Publicly traded I-Flow has annual sales of $94 million and a market value of $445 million. But its size doesn't intimidate Alholm. He notes the heavy losses the company has booked to fund its expansion-a business model Alholm considers a throwback to the dot-com era.

Alholm said Symbios has the technical chops and patience to eventually overcome its rival. The Go Pump, he said, has a variety of potential applications. Heart patients could use it to ease their recovery after doctors open their chests. Baby boomers who go through knee, hip or shoulder replacements could find it similarly useful. Rather than ingest a pain drug that affects the entire body, Alholm said, patients can use the Go Pump to direct medicine to the place that hurts.

Hospitals will like the result, Alholm said, because the device reduces the amount of time patients must spend bedridden. Patients appreciate their increased mobility. And the device allows them to begin physical therapy more quickly, he said, because it can blunt the aches and soreness of post-surgical exercise. Because the Go Pump automatically controls the flow of medicine, the risk of complications, or patient addiction, is low.

Symbios sells eight versions of its Go Pump, each for a different medical problem, and more versions are on the drawing board. The company said each device costs $200 but would not disclose total revenue.

Alholm, 48, expects doctors will be eager to use the device, given its benefits and hospitals' need to improve care while also being frugal.

"As I like to say, the dog will eat the dog food," he said.

At its formation, Symbios raised $1.5 million in angel financing from a group of 20 local investors. In October, Symbios raised another round of money, with Hopewell becoming its first venture capital investor.

Hopewell partner Craig Overmyer said he and his colleagues liked Symbios' potential for fast growth, as well as the fact that it already had FDA approval for a product and had brought it to market.

He wouldn't discuss the terms of Hopewell's investment, but said they were within his firm's usual parameters. Hopewell, which has $150 million under management, typically invests $1 million to $2 million into startups, then pumps in more as they meet benchmarks. Over several years, he said, a startup typically receives $5 million to $9 million. Hopewell has investments in 11 companies; Symbios is its first in Indiana.

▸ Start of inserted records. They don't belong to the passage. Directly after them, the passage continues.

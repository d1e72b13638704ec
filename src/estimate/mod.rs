//! The estimators, one axis of estimation: each turns an identifying
//! formula into [`Targets`], mean outcomes with per-row influence
//! functions, from the nuisance models in a [`Fits`]. Contrasts between
//! targets (difference, ratio, odds ratio) are formed in one place,
//! [`contrast`], and so are the JSON rows ([`rows`]).
//!
//! Each estimator declares once what it is, in its [`About`]: its name,
//! label, source, the strategies and exposure kinds it serves, the
//! estimands it forms and the nuisance models it needs. The pipeline, the
//! reports and the help read that declaration; nothing lists the
//! estimators a second time.
//!
//! Estimators: [`Regression`] (standardization, the parametric g-formula),
//! [`Ipw`] (Hajek or Horvitz-Thompson weighting; a marginal structural
//! model for a dose), [`Aipw`] (doubly robust), [`FrontDoor`] (Pearl's
//! front-door formula). [`diagnostics()`] and [`sensitivity_inputs`] serve
//! the report.
//!
//! Every estimate is only as valid as the declared graph and the usual
//! assumptions: no unmeasured confounding beyond the graph, positivity,
//! consistency, and correctly specified models.

mod aipw;
pub mod contrast;
mod diagnostics;
mod frontdoor;
mod heterogeneity;
mod ipw;
mod km;
mod regression;
mod result;
mod sensitivity;
mod targets;

pub use aipw::Aipw;
pub use contrast::{ContrastLabel, ContrastSpec, Horizon};
pub use diagnostics::{
    Balance, Diagnostics, DoseDiagnostics, LevelDiagnostics, PropensityDiagnostics, Range, Summary,
    WeightDiagnostics, diagnostics, dose_diagnostics, level_diagnostics,
};
pub use frontdoor::FrontDoor;
pub use heterogeneity::{Heterogeneity, heterogeneity};
pub use ipw::Ipw;
pub use km::Km;
pub use regression::Regression;
pub use result::{Estimate, Means, SubgroupLevel, z_value};
pub use sensitivity::{SensitivityInputs, TermStat, level_coefficients, sample_sd, sensitivity_inputs};
pub use targets::{ExposureKind, Points, Serves, Target, Targets};

pub use crate::problem::{Estimand, Missing, Problem, Scale, Spec};

use crate::identify::Strategy;
use crate::learn::{Fits, Needs};
use crate::{Error, Result, Setting};

/// What an estimator is, declared once.
#[derive(Debug, Clone, Copy)]
pub struct About {
    /// Its name in output and in the method list (`regression`, `ipw`, ...).
    pub name: &'static str,
    /// Its label in reports ("regression (standardization)").
    pub label: &'static str,
    /// The identification strategies it serves.
    pub strategies: &'static [Strategy],
    /// The exposure kinds it serves.
    pub serves: &'static [Serves],
    /// The exposure kinds for which it takes row weights: sampling
    /// weights, and the inverse probability weights of an observed outcome
    /// (rows whose outcome is missing).
    pub weighted: &'static [Serves],
    /// The estimands it forms.
    pub estimands: &'static [Estimand],
    /// The nuisance models it needs.
    pub needs: Needs,
    /// Run by default when it applies.
    pub default: bool,
    /// Whether it takes a time-to-event outcome.
    pub time_to_event: TimeToEvent,
}

/// Whether an estimator takes a time-to-event outcome.
#[derive(Debug, Clone, Copy, PartialEq, Eq)]
pub enum TimeToEvent {
    /// Only other outcomes.
    No,
    /// Both kinds.
    Also,
    /// Only time-to-event outcomes.
    Only,
    /// Only time-to-event outcomes, without censoring weights (its weights
    /// are fixed in time).
    OnlyFixedWeights,
}

impl TimeToEvent {
    /// Does it take the outcome of `p`?
    pub fn takes(self, p: &Problem) -> bool {
        match self {
            TimeToEvent::No => p.survival.is_none(),
            TimeToEvent::Also => true,
            TimeToEvent::Only => p.survival.is_some(),
            TimeToEvent::OnlyFixedWeights => p.survival.as_ref().is_some_and(|s| !s.censoring_weights),
        }
    }
}

/// An estimator.
pub trait Estimator: Sync {
    /// What it is.
    fn about(&self) -> &'static About;
    /// How it was carried out and its source, one sentence for a paper's
    /// methods paragraph, for this exposure kind.
    fn methods_sentence(&self, kind: &ExposureKind) -> String;
    /// The problem's targets under frequency weights `freq` (`None`: all
    /// ones), from fits made under the same weights; no influence
    /// functions (what a bootstrap replicate needs).
    fn point(&self, p: &Problem, fits: &Fits, freq: Option<&[f64]>) -> Result<Points>;
    /// The full-sample targets with their influence functions, from the
    /// full-sample fits.
    fn targets(&self, p: &Problem, fits: &Fits) -> Result<Targets>;
}

/// Every estimator, in the order of the method list.
pub const ESTIMATORS: [&dyn Estimator; 6] = [
    &Regression,
    &Ipw {
        horvitz_thompson: false,
    },
    &Ipw {
        horvitz_thompson: true,
    },
    &Aipw,
    &FrontDoor,
    &Km,
];

/// Every method name [`by_name`] accepts.
pub fn names() -> Vec<&'static str> {
    ESTIMATORS.iter().map(|e| e.about().name).collect()
}

/// The estimator called `name`.
pub fn by_name(name: &str) -> Result<&'static dyn Estimator> {
    ESTIMATORS
        .iter()
        .copied()
        .find(|e| e.about().name == name)
        .ok_or_else(|| {
            Error::option(
                Setting::Method,
                format!("'{name}': expected one of {}", names().join(", ")),
            )
        })
}

/// Why `e` does not apply to `p` under `strategy`, if it does not.
pub fn refusal(e: &dyn Estimator, p: &Problem, strategy: Strategy) -> Option<Error> {
    let a = e.about();
    let fits_strategy = |x: &About| x.strategies.contains(&strategy);
    let serves = |x: &About| x.serves.iter().any(|s| s.covers(&p.kind));
    // The estimators that pass `keep`, named for the message.
    let others = |keep: &dyn Fn(&About) -> bool| -> String {
        let names: Vec<&str> = ESTIMATORS
            .iter()
            .map(|x| x.about())
            .filter(|x| keep(x))
            .map(|x| x.name)
            .collect();
        names.join(", ")
    };
    let takes = |x: &About| x.time_to_event.takes(p);
    let message = if !takes(a) {
        if p.survival.as_ref().is_some_and(|s| s.censoring_weights) && a.time_to_event != TimeToEvent::No {
            format!(
                "'{}' weights each row the same at every time, so it does not take censoring weights (with \
                 them: {})",
                a.name,
                others(&|x| takes(x) && fits_strategy(x))
            )
        } else if p.survival.is_some() {
            format!(
                "'{}' does not take a time-to-event outcome (for one: {})",
                a.name,
                others(&|x| takes(x) && fits_strategy(x))
            )
        } else {
            format!(
                "'{}' needs a time-to-event outcome: a follow-up time column with the outcome as the event \
                 indicator",
                a.name
            )
        }
    } else if !fits_strategy(a) {
        format!(
            "'{}' does not fit the {} strategy of this graph (it takes: {})",
            a.name,
            strategy.name(),
            others(&fits_strategy)
        )
    } else if !serves(a) {
        format!(
            "'{}' does not serve a {} exposure such as '{}' (for it: {})",
            a.name,
            p.kind.words(),
            p.spec.exposure,
            others(&|x| takes(x) && fits_strategy(x) && serves(x))
        )
    } else if p.weights.is_some() && !a.weighted.iter().any(|s| s.covers(&p.kind)) {
        format!(
            "'{}' does not take sampling weights for a {} exposure such as '{}' (with sampling weights: {})",
            a.name,
            p.kind.words(),
            p.spec.exposure,
            others(&|x| takes(x) && fits_strategy(x) && x.weighted.iter().any(|s| s.covers(&p.kind)))
        )
    } else if p.observed.is_some() && !a.weighted.iter().any(|s| s.covers(&p.kind)) {
        format!(
            "'{}' does not weight for a missing outcome with a {} exposure such as '{}' (when weighting for \
             it: {})",
            a.name,
            p.kind.words(),
            p.spec.exposure,
            others(&|x| fits_strategy(x) && x.weighted.iter().any(|s| s.covers(&p.kind)))
        )
    } else if !a.estimands.contains(&p.spec.estimand) {
        let forms: Vec<String> = a.estimands.iter().map(|e| e.to_string()).collect();
        format!(
            "'{}' estimates the {} only; for the {}: {}",
            a.name,
            forms.join(" and "),
            p.spec.estimand,
            others(&|x| takes(x) && fits_strategy(x) && serves(x) && x.estimands.contains(&p.spec.estimand))
        )
    } else {
        return None;
    };
    Some(Error::option(Setting::Method, message))
}

/// The default estimators for `p` under `strategy`: every one marked
/// default that applies.
pub fn applicable(p: &Problem, strategy: Strategy) -> Vec<&'static dyn Estimator> {
    ESTIMATORS
        .iter()
        .copied()
        .filter(|e| e.about().default && refusal(*e, p, strategy).is_none())
        .collect()
}

/// The nuisance models `estimators` need together.
pub fn needs(estimators: &[&dyn Estimator]) -> Needs {
    estimators
        .iter()
        .fold(Needs::default(), |n, e| n.union(e.about().needs))
}

/// The estimate rows of `e` on `p`: one per contrast of the problem that
/// the estimator's targets form, with the sandwich interval; and the
/// targets themselves (for curves).
pub fn rows(e: &dyn Estimator, p: &Problem, fits: &Fits) -> Result<(Vec<Estimate>, Targets)> {
    let mut t = e.targets(p, fits)?;
    let variance = contrast::Variance::of(p, &t);
    let subgroup = p.subgroup_level();
    let mut out = Vec::new();
    for c in p.contrasts() {
        let scale = c.scale(p.spec.scale);
        let Some(formed) = contrast::form(&t, &c, scale, p.spec.level, &variance) else {
            continue;
        };
        // A time-to-event ratio with no events by its horizon in an arm is
        // left out with a warning; the other rows stand.
        let f = match (formed, c.horizon) {
            (Err(err), Some(h)) => {
                t.warnings.push(format!(
                    "no {} {} at time {}: {err}",
                    h.measure.words(),
                    h.scale,
                    crate::problem::short_number(h.time)
                ));
                continue;
            }
            (f, _) => f?,
        };
        let within = subgroup
            .as_ref()
            .map_or(String::new(), |s| format!(" in {} = {}", s.variable, s.level));
        finite_result(
            &[f.estimate, f.std_error, f.ci[0], f.ci[1]],
            &match &c.label {
                Some(l) => format!("the {} estimate ({}){within}", e.about().name, l.words()),
                None => format!("the {} estimate{within}", e.about().name),
            },
        )?;
        out.push(Estimate {
            method: e.about().name.into(),
            estimand: p.spec.estimand,
            scale,
            horizon: c.horizon.map(|h| h.time),
            measure: c.horizon.map(|h| h.measure),
            estimate: f.estimate,
            std_error: f.std_error,
            ci: f.ci,
            // Cluster-robust when the problem has clusters (the JSON's
            // `design.cluster` says so; the contract keeps the name).
            ci_method: "sandwich".into(),
            fraction_missing_information: None,
            df: None,
            level: p.spec.level,
            means: (!t.means_hidden).then(|| Means {
                exposed: f.means.0,
                unexposed: f.means.1,
                labels: c.label.as_ref().map(ContrastLabel::values),
            }),
            notes: t.notes.clone(),
            warnings: t.warnings.clone(),
            spec: c,
            subgroup: subgroup.clone(),
        });
    }
    Ok((out, t))
}

/// The one guard between the numbers an estimator forms and a result
/// that is printed: every value of `what` (an estimate, its standard
/// error and interval, a curve point, a sensitivity number) must be a
/// finite number, else an error that says so instead of "NaN" or "inf" in
/// any format. Within the range of the data every fit is scale-free (see
/// [`crate::data::Design`]), so a value that is not finite comes from the
/// data themselves (values near the largest a double holds) or from
/// settings far from them.
pub fn finite_result(values: &[f64], what: &str) -> Result<()> {
    if values.iter().all(|v| v.is_finite()) {
        return Ok(());
    }
    Err(Error::input(format!(
        "{what} is not a finite number (its computation exceeds the range of double-precision values): \
         check the units of the outcome and of the exposure, and that the doses or levels compared lie \
         within the data"
    )))
}

/// A replicate's contrast values, in the order of [`rows`] for the same
/// estimator, then its curve points: NaN where one cannot be formed.
pub fn replicate(points: &Points, p: &Problem, row_contrasts: &[ContrastSpec], curve: &[Target]) -> Vec<f64> {
    let mut v: Vec<f64> = row_contrasts
        .iter()
        .map(|c| contrast::point(points, c, c.scale(p.spec.scale)))
        .collect();
    v.extend(curve.iter().map(|&t| points.get(t).unwrap_or(f64::NAN)));
    v
}

/// One estimator used on its own, for library users: it fits the
/// nuisance models it needs itself and reports the problem's first
/// contrast (the only one for a binary exposure).
#[derive(Clone, Copy)]
pub struct Method(pub &'static dyn Estimator);

/// The estimator called `name`, to use on its own.
pub fn method(name: &str) -> Result<Method> {
    by_name(name).map(Method)
}

impl Method {
    /// The problem's strategy as far as an estimator can tell: front-door
    /// when the problem has mediators.
    fn strategy(p: &Problem) -> Strategy {
        if p.mediators.is_empty() {
            Strategy::Backdoor
        } else {
            Strategy::Frontdoor
        }
    }

    /// The full-sample fits this estimator needs.
    pub fn fits(&self, p: &Problem) -> Fits {
        Fits::fit(p, p.sampling(), None, self.0.about().needs)
    }

    /// The full-sample estimate of the first contrast.
    pub fn estimate(&self, p: &Problem) -> Result<Estimate> {
        if let Some(e) = refusal(self.0, p, Self::strategy(p)) {
            return Err(e);
        }
        let (rows, _) = rows(self.0, p, &self.fits(p))?;
        rows.into_iter()
            .next()
            .ok_or_else(|| Error::Internal(format!("{} forms no contrast here", self.0.about().name)))
    }

    /// The first contrast under frequency weights `freq`, its models
    /// started from the full-sample `full` when given.
    pub fn point(&self, p: &Problem, freq: Option<&[f64]>, full: Option<&Fits>) -> Result<f64> {
        if let Some(e) = refusal(self.0, p, Self::strategy(p)) {
            return Err(e);
        }
        let w = p.fit_weights(freq);
        let fits = Fits::fit(p, w.as_deref(), full, self.0.about().needs);
        let points = self.0.point(p, &fits, w.as_deref())?;
        let c = p
            .contrasts()
            .into_iter()
            .next()
            .ok_or_else(|| Error::Internal("no contrast".into()))?;
        let scale = c.scale(p.spec.scale);
        let v = contrast::point(&points, &c, scale);
        if v.is_finite() {
            Ok(v)
        } else {
            // Say why, as the full-sample estimate would.
            contrast::effect(
                scale,
                points.get(c.level).unwrap_or(f64::NAN),
                points.get(c.reference).unwrap_or(f64::NAN),
            )
        }
    }
}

Steve Beck, the former head of the Indiana Venture Center, helped make the introductions to angel investors that led to Symbios' initial funding. He was enthusiastic then. Now that the pump has won regulatory approval, he said, it's ready to deliver on that promise.

"That's a deal that even after we raised their initial money, we were constantly telling people about it," said Beck, now Indiana managing director for Chicagobased Geneva Capital Group. "It's going to be a real hit for Indiana."